* [Requirement] When you reach the line containing "legends may shrink." in the entries below, start writing out each line exactly, and stop after the line containing "let widest = widest_legend(&face, &levels[..count]);".

* [Input data]
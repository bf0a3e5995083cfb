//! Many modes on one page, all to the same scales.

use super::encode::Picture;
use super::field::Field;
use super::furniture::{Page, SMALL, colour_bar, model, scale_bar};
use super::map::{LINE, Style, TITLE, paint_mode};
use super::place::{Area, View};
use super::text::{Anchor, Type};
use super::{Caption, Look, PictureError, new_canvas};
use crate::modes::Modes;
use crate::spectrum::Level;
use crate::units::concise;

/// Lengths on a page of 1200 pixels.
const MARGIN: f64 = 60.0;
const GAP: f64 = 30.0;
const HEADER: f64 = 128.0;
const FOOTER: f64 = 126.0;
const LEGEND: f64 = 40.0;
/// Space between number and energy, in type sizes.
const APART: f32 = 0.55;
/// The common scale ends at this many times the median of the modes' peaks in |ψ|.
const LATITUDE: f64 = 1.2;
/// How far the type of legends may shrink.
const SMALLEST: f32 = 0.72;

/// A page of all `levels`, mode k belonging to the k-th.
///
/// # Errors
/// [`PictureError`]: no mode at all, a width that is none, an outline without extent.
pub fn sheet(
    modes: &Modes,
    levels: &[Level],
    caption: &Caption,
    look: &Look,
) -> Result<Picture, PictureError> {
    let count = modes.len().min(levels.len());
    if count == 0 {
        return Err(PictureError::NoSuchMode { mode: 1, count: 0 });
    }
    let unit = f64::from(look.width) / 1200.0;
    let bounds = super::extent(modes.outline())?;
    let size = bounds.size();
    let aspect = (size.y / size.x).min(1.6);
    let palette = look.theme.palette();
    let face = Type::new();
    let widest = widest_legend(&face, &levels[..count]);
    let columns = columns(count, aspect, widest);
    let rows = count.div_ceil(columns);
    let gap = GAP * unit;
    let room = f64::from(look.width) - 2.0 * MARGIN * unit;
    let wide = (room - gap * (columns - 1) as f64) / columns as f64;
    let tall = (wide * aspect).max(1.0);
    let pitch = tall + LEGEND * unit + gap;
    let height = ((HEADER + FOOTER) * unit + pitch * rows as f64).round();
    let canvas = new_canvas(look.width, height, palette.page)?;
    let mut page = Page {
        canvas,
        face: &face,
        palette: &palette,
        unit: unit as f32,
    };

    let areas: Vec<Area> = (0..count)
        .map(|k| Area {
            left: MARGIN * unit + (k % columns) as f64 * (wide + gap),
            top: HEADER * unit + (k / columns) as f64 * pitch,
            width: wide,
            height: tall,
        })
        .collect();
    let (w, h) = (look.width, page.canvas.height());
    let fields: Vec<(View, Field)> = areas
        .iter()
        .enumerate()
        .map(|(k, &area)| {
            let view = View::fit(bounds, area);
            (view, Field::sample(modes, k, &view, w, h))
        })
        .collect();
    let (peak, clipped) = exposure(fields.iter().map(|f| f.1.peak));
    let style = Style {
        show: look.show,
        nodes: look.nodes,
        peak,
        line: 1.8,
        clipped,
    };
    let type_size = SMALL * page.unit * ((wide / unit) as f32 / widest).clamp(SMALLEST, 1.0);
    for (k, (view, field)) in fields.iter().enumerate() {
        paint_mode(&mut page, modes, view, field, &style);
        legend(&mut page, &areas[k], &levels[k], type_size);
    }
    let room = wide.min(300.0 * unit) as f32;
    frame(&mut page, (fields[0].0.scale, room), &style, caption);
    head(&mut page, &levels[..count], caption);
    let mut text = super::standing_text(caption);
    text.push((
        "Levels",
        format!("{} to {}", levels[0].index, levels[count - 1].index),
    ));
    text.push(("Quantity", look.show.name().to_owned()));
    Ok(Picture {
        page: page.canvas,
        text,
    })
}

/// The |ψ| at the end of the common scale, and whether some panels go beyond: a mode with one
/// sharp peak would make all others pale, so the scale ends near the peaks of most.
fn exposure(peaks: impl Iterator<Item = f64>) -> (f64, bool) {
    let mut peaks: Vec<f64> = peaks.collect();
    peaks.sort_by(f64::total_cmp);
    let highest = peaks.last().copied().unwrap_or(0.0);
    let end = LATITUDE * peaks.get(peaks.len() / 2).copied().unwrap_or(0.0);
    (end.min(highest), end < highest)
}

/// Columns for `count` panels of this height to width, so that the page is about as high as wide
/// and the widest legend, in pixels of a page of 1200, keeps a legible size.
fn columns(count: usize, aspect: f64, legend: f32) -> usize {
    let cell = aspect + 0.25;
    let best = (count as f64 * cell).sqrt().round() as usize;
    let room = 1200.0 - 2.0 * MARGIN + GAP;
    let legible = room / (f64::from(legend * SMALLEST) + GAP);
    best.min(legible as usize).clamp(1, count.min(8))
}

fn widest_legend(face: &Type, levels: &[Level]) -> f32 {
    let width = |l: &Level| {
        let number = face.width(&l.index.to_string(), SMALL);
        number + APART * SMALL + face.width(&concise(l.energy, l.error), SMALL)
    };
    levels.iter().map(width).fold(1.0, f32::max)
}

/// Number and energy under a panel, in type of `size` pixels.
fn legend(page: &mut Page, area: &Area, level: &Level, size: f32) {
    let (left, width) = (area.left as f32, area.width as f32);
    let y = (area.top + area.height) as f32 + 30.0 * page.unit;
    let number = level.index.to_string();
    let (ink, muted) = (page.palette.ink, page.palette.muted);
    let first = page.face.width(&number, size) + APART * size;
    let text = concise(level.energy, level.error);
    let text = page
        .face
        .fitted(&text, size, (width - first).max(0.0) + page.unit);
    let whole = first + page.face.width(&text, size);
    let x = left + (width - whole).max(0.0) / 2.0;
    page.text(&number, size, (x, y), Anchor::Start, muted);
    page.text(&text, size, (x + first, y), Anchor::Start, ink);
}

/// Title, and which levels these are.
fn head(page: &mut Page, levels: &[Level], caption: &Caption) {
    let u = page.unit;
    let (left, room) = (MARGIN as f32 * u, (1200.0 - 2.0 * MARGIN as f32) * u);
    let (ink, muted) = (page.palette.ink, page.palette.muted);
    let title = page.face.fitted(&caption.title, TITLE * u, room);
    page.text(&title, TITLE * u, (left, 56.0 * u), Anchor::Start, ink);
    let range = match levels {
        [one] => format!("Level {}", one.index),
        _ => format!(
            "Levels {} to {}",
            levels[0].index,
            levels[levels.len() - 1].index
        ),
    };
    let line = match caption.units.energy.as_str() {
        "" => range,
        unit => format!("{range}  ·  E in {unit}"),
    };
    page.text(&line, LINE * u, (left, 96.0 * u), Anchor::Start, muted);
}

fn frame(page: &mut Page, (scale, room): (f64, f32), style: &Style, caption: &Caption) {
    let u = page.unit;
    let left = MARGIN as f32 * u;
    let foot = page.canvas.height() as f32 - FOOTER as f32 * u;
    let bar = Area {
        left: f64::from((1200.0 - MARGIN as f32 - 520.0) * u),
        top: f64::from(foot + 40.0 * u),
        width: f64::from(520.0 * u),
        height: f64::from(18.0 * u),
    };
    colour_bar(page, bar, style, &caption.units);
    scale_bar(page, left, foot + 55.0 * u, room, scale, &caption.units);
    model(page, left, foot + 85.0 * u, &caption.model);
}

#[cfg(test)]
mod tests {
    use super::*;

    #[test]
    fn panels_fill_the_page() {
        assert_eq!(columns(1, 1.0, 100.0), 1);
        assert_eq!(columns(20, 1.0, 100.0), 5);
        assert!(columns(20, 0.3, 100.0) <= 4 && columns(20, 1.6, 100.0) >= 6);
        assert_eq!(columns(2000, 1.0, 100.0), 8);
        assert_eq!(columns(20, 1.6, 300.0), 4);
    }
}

* [Response to this exercise]
/// How far the type of legends may shrink.
const SMALLEST: f32 = 0.72;

/// A page of all `levels`, mode k belonging to the k-th.
///
/// # Errors
/// [`PictureError`]: no mode at all, a width that is none, an outline without extent.
pub fn sheet(
    modes: &Modes,
    levels: &[Level],
    caption: &Caption,
    look: &Look,
) -> Result<Picture, PictureError> {
    let count = modes.len().min(levels.len());
    if count == 0 {
        return Err(PictureError::NoSuchMode { mode: 1, count: 0 });
    }
    let unit = f64::from(look.width) / 1200.0;
    let bounds = super::extent(modes.outline())?;
    let size = bounds.size();
    let aspect = (size.y / size.x).min(1.6);
    let palette = look.theme.palette();
    let face = Type::new();
    let widest = widest_legend(&face, &levels[..count]);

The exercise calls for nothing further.